The standard Bolt 500GB 4 tuner is your best bet since it can do Cable or OTA and has MoCA built in, they're easy to find online at a reasonable price with lifetime included.
There is no " Roamio OTA VOX" the Vox line was a later Bolt addition.


----------



## GMAR (Aug 19, 2021)

dianebrat said:


> The standard Bolt 500GB 4 tuner is your best bet since it can do Cable or OTA and has MoCA built in, they're easy to find online at a reasonable price with lifetime included.
> There is no " Roamio OTA VOX" the Vox line was a later Bolt addition.


Thank you


----------



## mahermusic (Mar 12, 2003)

GMAR said:


> Thank you


I've been selling all my TiVos, each of which have the Lifetime Service added, and I'm down to my final 4 tuner 1TB BOLT, which I'm currently selling on eBay. This is the final box I'm selling. I also have it listed in our eBay Auction Central forum. Feel free to have a look if you'd like. The eBay auction ends this Sunday @ 10PM (Eastern): TiVo BOLT OTA 1TB w/Lifetime Service - $88 starting bid


----------



## GMAR (Aug 19, 2021)

mahermusic said:


> I've been selling all my TiVos, each of which have the Lifetime Service added, and I'm down to my final 4 tuner 1TB BOLT, which I'm currently selling on eBay. This is the final box I'm selling. I also have it listed in our eBay Auction Central forum. Feel free to have a look if you'd like. The eBay auction ends this Sunday @ 10PM (Eastern): TiVo BOLT OTA 1TB w/Lifetime Service - $88 starting bid


Thanks, I'll check out the listing.


----------



## pl1 (Jan 18, 2007)

dianebrat said:


> The standard Bolt 500GB 4 tuner is your best bet since it can do Cable or OTA and has MoCA built in, they're easy to find online at a reasonable price with lifetime included.
> There is no " Roamio OTA VOX" the Vox line was a later Bolt addition.

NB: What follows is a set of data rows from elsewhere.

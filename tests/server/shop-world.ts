import { mkdtempSync, rmSync } from 'node:fs';
import { tmpdir } from 'node:os';
import { join } from 'node:path';
import { afterAll, beforeAll } from 'vitest';
import type { Role } from '@shared/api/roles';
import { demoFrameDocument } from '@shared/model/demo-frame';
import type { FrameDocumentJson } from '@shared/api/frames';
import { startFakeSmtp, type FakeSmtp } from '../../server/mail/fake-smtp';
import { ApiClient, signedIn } from '../support/api-client';
import { makeFrame, makeProject, makeUser, makeWorkshop } from '../support/factories';
import { createTestContext, truncateAll, type TestContext } from '../support/test-app';

// A workshop with one member of each role, a project holding the demo frame, and the app mailing through an
// in-process fake SMTP server. Shared by the shop API tests.

export type Actor = Role | 'outsider' | 'anonymous';
export const ACTORS: Actor[] = ['owner', 'designer', 'cutter', 'viewer', 'outsider', 'anonymous'];
/** Roles that may change suppliers, shelf stock and orders; every member may read them. */
export const EDITORS: Actor[] = ['owner', 'designer'];
export const MEMBERS: Actor[] = ['owner', 'designer', 'cutter', 'viewer'];

export interface ShopWorld {
  ctx: TestContext;
  fake: FakeSmtp;
  mailDir: string;
  clients: Map<Actor, ApiClient>;
  userIds: Map<Actor, string>;
  workshopId: string;
  projectId: string;
  frameId: string;
  close(): Promise<void>;
}

export function demoDocument(): FrameDocumentJson {
  return demoFrameDocument() as unknown as FrameDocumentJson;
}

export async function shopWorld(): Promise<ShopWorld> {
  const mailDir = mkdtempSync(join(tmpdir(), 'slotwright-outbox-'));
  const fake = await startFakeSmtp({ port: 0, dir: mailDir });
  const ctx = await createTestContext({ SMTP_PORT: String(fake.port), MAIL_FAKE_DIR: mailDir });
  await truncateAll(ctx.orm);
  const clients = new Map<Actor, ApiClient>();
  const userIds = new Map<Actor, string>();
  const members: { user: Awaited<ReturnType<typeof makeUser>>; role: Role }[] = [];
  for (const a of ACTORS) {
    if (a === 'anonymous') {
      const c = new ApiClient(ctx.app);
      await c.fetchCsrf();
      clients.set(a, c);
      continue;
    }
    const user = await makeUser(ctx.orm, { name: a });
    userIds.set(a, user.id);
    if (a !== 'outsider') members.push({ user, role: a });
    clients.set(a, await signedIn(ctx.app, user));
  }
  const workshop = await makeWorkshop(ctx.orm, members, 'Harbour Lane Van Works');
  const project = await makeProject(ctx.orm, workshop, { name: 'Rear kitchen pod' });
  const frame = await makeFrame(ctx.orm, project, { name: 'Kitchen pod v1', document: demoDocument() });
  return {
    ctx,
    fake,
    mailDir,
    clients,
    userIds,
    workshopId: workshop.id,
    projectId: project.id,
    frameId: frame.id,
    async close() {
      await ctx.close();
      await fake.close();
      rmSync(mailDir, { recursive: true, force: true });
    },
  };
}

/** For a test file: builds the shop world before its tests and closes it after; `ready` receives it. */
export function useShopWorld(ready: (world: ShopWorld) => void): void {
  let world: ShopWorld | undefined;
  beforeAll(async () => {
    world = await shopWorld();
    ready(world);
  }, 120_000);
  afterAll(async () => {
    await world?.close();
  });
}

/** Status a refused caller gets: 401 anonymous, 404 outside the workshop, 403 a member without the capability. */
export const refusal = (a: Actor): number => (a === 'anonymous' ? 401 : a === 'outsider' ? 404 : 403);
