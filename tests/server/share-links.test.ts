import { describe, expect, it } from 'vitest';
import { sharedProjectSchema } from '@shared/api/sharing';
import { ShareLink } from '../../server/modules/sharing/share-link.entity';
import { ApiClient } from '../support/api-client';
import { refusal, useShopWorld, type Actor, type ShopWorld } from './shop-world';

// A read-only link to a project for someone with no account: it shows the design and the files shared with
// clients, expires, can be revoked, and is 404 after either.

let w: ShopWorld;
useShopWorld((world) => {
  w = world;
});
const c = (a: Actor) => w.clients.get(a)!;
const signedOut = () => new ApiClient(w.ctx.app);

describe('share links', () => {
  it.each(['cutter', 'viewer', 'outsider', 'anonymous'] as Actor[])('%s cannot make one', async (a) => {
    expect((await c(a).post(`/api/projects/${w.projectId}/share-links`, { days: 7 })).status).toBe(refusal(a));
  });

  it('bounds the lifetime', async () => {
    const res = await c('designer').post(`/api/projects/${w.projectId}/share-links`, { days: 400 });
    expect(res.status).toBe(400);
    expect(res.body.error.fields.days).toBe('At most 90 days');
  });

  it('opens signed out, read-only, without the shop notes or any price; revoked it is 404', async () => {
    const made = await c('designer').post(`/api/projects/${w.projectId}/share-links`, { days: 7 });
    expect(made.status).toBe(201);
    expect(made.body.url).toMatch(new RegExp(`/shared/${made.body.token}$`));
    const res = await signedOut().get(`/api/shared/${made.body.token}`);
    expect(res.status).toBe(200);
    const shared = sharedProjectSchema.parse(res.body);
    expect(shared.project.name).toBe('Rear kitchen pod');
    expect(shared.frames.map((f) => f.name)).toEqual(['Kitchen pod v1']);
    expect(JSON.stringify(res.body)).not.toMatch(/price|cost|supplier/i);
    // the link lists nothing it could change through
    expect((await signedOut().get(`/api/frames/${shared.frames[0].id}`)).status).toBe(401);
    const list = (await c('owner').get(`/api/projects/${w.projectId}/share-links`).expect(200)).body as { id: string; revokedAt: string | null }[];
    expect(list.find((l) => l.id === made.body.id)?.revokedAt).toBeNull();
    expect(JSON.stringify(list)).not.toContain(made.body.token);
    await c('owner').delete(`/api/share-links/${made.body.id}`).expect(204);
    expect((await signedOut().get(`/api/shared/${made.body.token}`)).status).toBe(404);
  });

  it('is 404 once expired, and for a token nobody made', async () => {
    const made = (await c('owner').post(`/api/projects/${w.projectId}/share-links`, { days: 1 }).expect(201)).body;
    expect((await signedOut().get(`/api/shared/${made.token}`)).status).toBe(200);
    await w.ctx.orm.em.fork().nativeUpdate(ShareLink, { id: made.id }, { expiresAt: new Date(Date.now() - 1) });
    expect((await signedOut().get(`/api/shared/${made.token}`)).status).toBe(404);
    expect((await signedOut().get(`/api/shared/${'B'.repeat(43)}`)).status).toBe(404);
    expect((await signedOut().get('/api/shared/short')).status).toBe(400);
  });
});
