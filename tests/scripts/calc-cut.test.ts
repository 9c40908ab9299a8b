import { mkdtempSync, writeFileSync } from 'node:fs';
import { tmpdir } from 'node:os';
import { join } from 'node:path';
import { describe, expect, it } from 'vitest';
import { run } from '../../scripts/calc/cut';
import { calcCli } from './calc-helpers';

const dir = mkdtempSync(join(tmpdir(), 'calc-cut-'));
function jobFile(name: string, job: unknown): string {
  const f = join(dir, name);
  writeFileSync(f, JSON.stringify(job));
  return f;
}

interface CutOut {
  barCount: number;
  lowerBound: number;
  optimal: boolean;
  cost: number;
  waste_pct: number;
  bars: { stock: number; cuts: { length: number; label: string }[]; offcut: number }[];
}

describe('calc cut', () => {
  it('answers the documented example with the documented fields', async () => {
    const f = jobFile('a.json', { kerf: 3, trim: 0, minOffcut: 100, stock: [{ length: 6000, price: 30, qty: null }], parts: [{ length: 1200, qty: 4, label: 'A' }] });
    const out = (await run([f])) as CutOut;
    for (const k of ['barCount', 'lowerBound', 'optimal', 'cost', 'waste_pct', 'bars']) expect(out).toHaveProperty(k);
    // By hand: 4 × 1200 + 3 × 3 = 4809 ≤ 6000, leftover 1191, offcut after one more kerf 1188.
    expect(out.barCount).toBe(1);
    expect(out.lowerBound).toBe(1);
    expect(out.optimal).toBe(true);
    expect(out.cost).toBe(30);
    expect(out.bars[0].stock).toBe(6000);
    expect(out.bars[0].cuts).toEqual(Array.from({ length: 4 }, () => ({ length: 1200, label: 'A' })));
    expect(out.bars[0].offcut).toBe(1188);
    expect(out.waste_pct).toBeCloseTo((12 / 6000) * 100, 9);
  });

  it('needs ⌈9 / 4⌉ = 3 bars when nine 1400 mm parts are cut from 6 m (4 × 1400 + 9 = 5609; 5 would need 7012)', async () => {
    const f = jobFile('b.json', { kerf: 3, trim: 5, minOffcut: 100, stock: [{ length: 6000 }], parts: [{ length: 1400, qty: 9, label: 'R' }] });
    const out = (await run([f])) as CutOut;
    expect(out.barCount).toBe(3);
    expect(out.optimal).toBe(true);
  });

  it('exits 1 with a message naming the part that is too long', () => {
    const f = jobFile('bad.json', { kerf: 3, stock: [{ length: 2000 }], parts: [{ length: 2400, qty: 1, label: 'A' }] });
    const r = calcCli(['cut', f]);
    expect(r.code).toBe(1);
    expect(r.stderr).toContain("part 'A' (2400 mm) is longer than every stock bar (2000 mm)");
  });

  it('prints JSON on stdout from the command line', () => {
    const f = jobFile('c.json', { kerf: 3, stock: [{ length: 3000 }], parts: [{ length: 1000, qty: 2, label: 'P' }] });
    const r = calcCli(['cut', f]);
    expect(r.code).toBe(0);
    const out = JSON.parse(r.stdout) as CutOut;
    expect(out.barCount).toBe(1);
  });
});
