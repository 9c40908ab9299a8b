// The local fake SMTP server the app mails through in development and tests, unless SMTP_HOST names a real one.
// It runs inside the calling script's process and keeps every message under .data/ for the owner's outbox page.
import { join, resolve } from 'node:path';
import { startFakeSmtp } from '../../server/mail/fake-smtp.ts';
import { projectRoot } from './postgres.ts';

export interface MailFake {
  /** The environment for the server, with SMTP_PORT and MAIL_FAKE_DIR pointing at the fake (unchanged for real SMTP). */
  env: NodeJS.ProcessEnv;
  stop(): Promise<void>;
}

export async function startMailFake(env: NodeJS.ProcessEnv, opts: { dir?: string; port?: number } = {}): Promise<MailFake> {
  if (env.SMTP_HOST) return { env, stop: async () => undefined };
  const dir = resolve(opts.dir ?? env.MAIL_FAKE_DIR ?? join(projectRoot, '.data/mail-fake'));
  const wanted = opts.port ?? Number(env.SMTP_PORT ?? 2525);
  let fake;
  try {
    fake = await startFakeSmtp({ port: wanted, dir });
  } catch (err) {
    if ((err as NodeJS.ErrnoException).code !== 'EADDRINUSE') throw err;
    // Another copy of the app has the usual port: take any free one; the server is told which below.
    fake = await startFakeSmtp({ port: 0, dir });
  }
  console.log(`Local test mail server on 127.0.0.1:${fake.port} (messages kept in ${dir}, never delivered)`);
  return { env: { ...env, SMTP_PORT: String(fake.port), MAIL_FAKE_DIR: dir }, stop: () => fake.close() };
}
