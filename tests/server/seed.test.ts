import { afterAll, beforeAll, describe, expect, it } from 'vitest';
import { meResponseSchema } from '@shared/api/auth';
import { projectDetailSchema } from '@shared/api/projects';
import { DEMO_FRAME, DEMO_PASSWORD, DEMO_PROJECT, DEMO_USERS, DEMO_WORKSHOP, seedDemoData } from '../../scripts/seed';
import { Frame } from '../../server/modules/frames/frame.entity';
import { User } from '../../server/modules/users/user.entity';
import { Workshop } from '../../server/modules/workshops/workshop.entity';
import { signedIn } from '../support/api-client';
import { createTestContext, truncateAll, type TestContext } from '../support/test-app';

let ctx: TestContext;
beforeAll(async () => {
  ctx = await createTestContext();
  await truncateAll(ctx.orm);
});
afterAll(() => ctx.close());

describe('demo seed', () => {
  it('creates the demo workshop once; a second run changes nothing', async () => {
    expect(await seedDemoData(ctx.orm)).toBe(true);
    expect(await seedDemoData(ctx.orm)).toBe(false);
    const em = ctx.orm.em.fork();
    expect(await em.count(Workshop, { name: DEMO_WORKSHOP })).toBe(1);
    expect(await em.count(User, {})).toBe(DEMO_USERS.length);
    expect(await em.count(Frame, {})).toBe(1);
  });

  it('each demo account signs in with the demo password and has its role', async () => {
    for (const demo of DEMO_USERS) {
      const client = await signedIn(ctx.app, { email: demo.email, password: DEMO_PASSWORD });
      const me = meResponseSchema.parse((await client.get('/api/auth/me').expect(200)).body);
      if (demo.role === 'client') {
        // The demo client is let into the demo project only, and is no member of the workshop.
        expect(me.memberships).toEqual([]);
        expect(me.clientProjects).toEqual([{ project: { id: expect.any(String), name: DEMO_PROJECT }, workshop: { id: expect.any(String), name: DEMO_WORKSHOP } }]);
        continue;
      }
      expect(me.memberships).toEqual([{ workshop: { id: expect.any(String), name: DEMO_WORKSHOP }, role: demo.role }]);
      if (demo.role !== 'designer') continue;
      const projects = (await client.get(`/api/workshops/${me.memberships[0].workshop.id}/projects`).expect(200)).body as { id: string; name: string }[];
      expect(projects.map((p) => p.name)).toEqual([DEMO_PROJECT]);
      const project = projectDetailSchema.parse((await client.get(`/api/projects/${projects[0].id}`).expect(200)).body);
      expect(project.frames.map((f) => [f.name, f.version])).toEqual([[DEMO_FRAME, 1]]);
      // The demo frame is the document model's demo kitchen pod: a real frame, not an empty one.
      const frame = (await client.get(`/api/frames/${project.frames[0].id}`).expect(200)).body as { document: { members: unknown[]; modules: unknown[] }; memberCount: number };
      expect(frame.memberCount).toBe(frame.document.members.length);
      expect(frame.memberCount).toBeGreaterThan(0);
      expect(frame.document.modules.length).toBeGreaterThan(0);
    }
  }, 60_000);
});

I thought the same thing until I researched it. There is a Roamio OTA VOX for sale at Amazon (currently unavailable) and it is listed under TiVo's listing. It is basically a Roamio OTA with a dongle included to make voice available. Tivo Customer Support Community Model number: TCD846000V (Roamio OTA VOX) TiVo VOX Remote with USB dongle and extension cable


----------



## Welshdog (Jan 4, 2005)

pl1 said:


> I thought the same thing until I researched it. There is a Roamio OTA VOX for sale at Amazon (currently unavailable) and it is listed under TiVo's listing. It is basically a Roamio OTA with a dongle included to make voice available. Tivo Customer Support Community Model number: TCD846000V (Roamio OTA VOX) TiVo VOX Remote with USB dongle and extension cable
> 
> View attachment 61968


You can also buy one of these refurbed at Weaknees with or without the Vox feature.


----------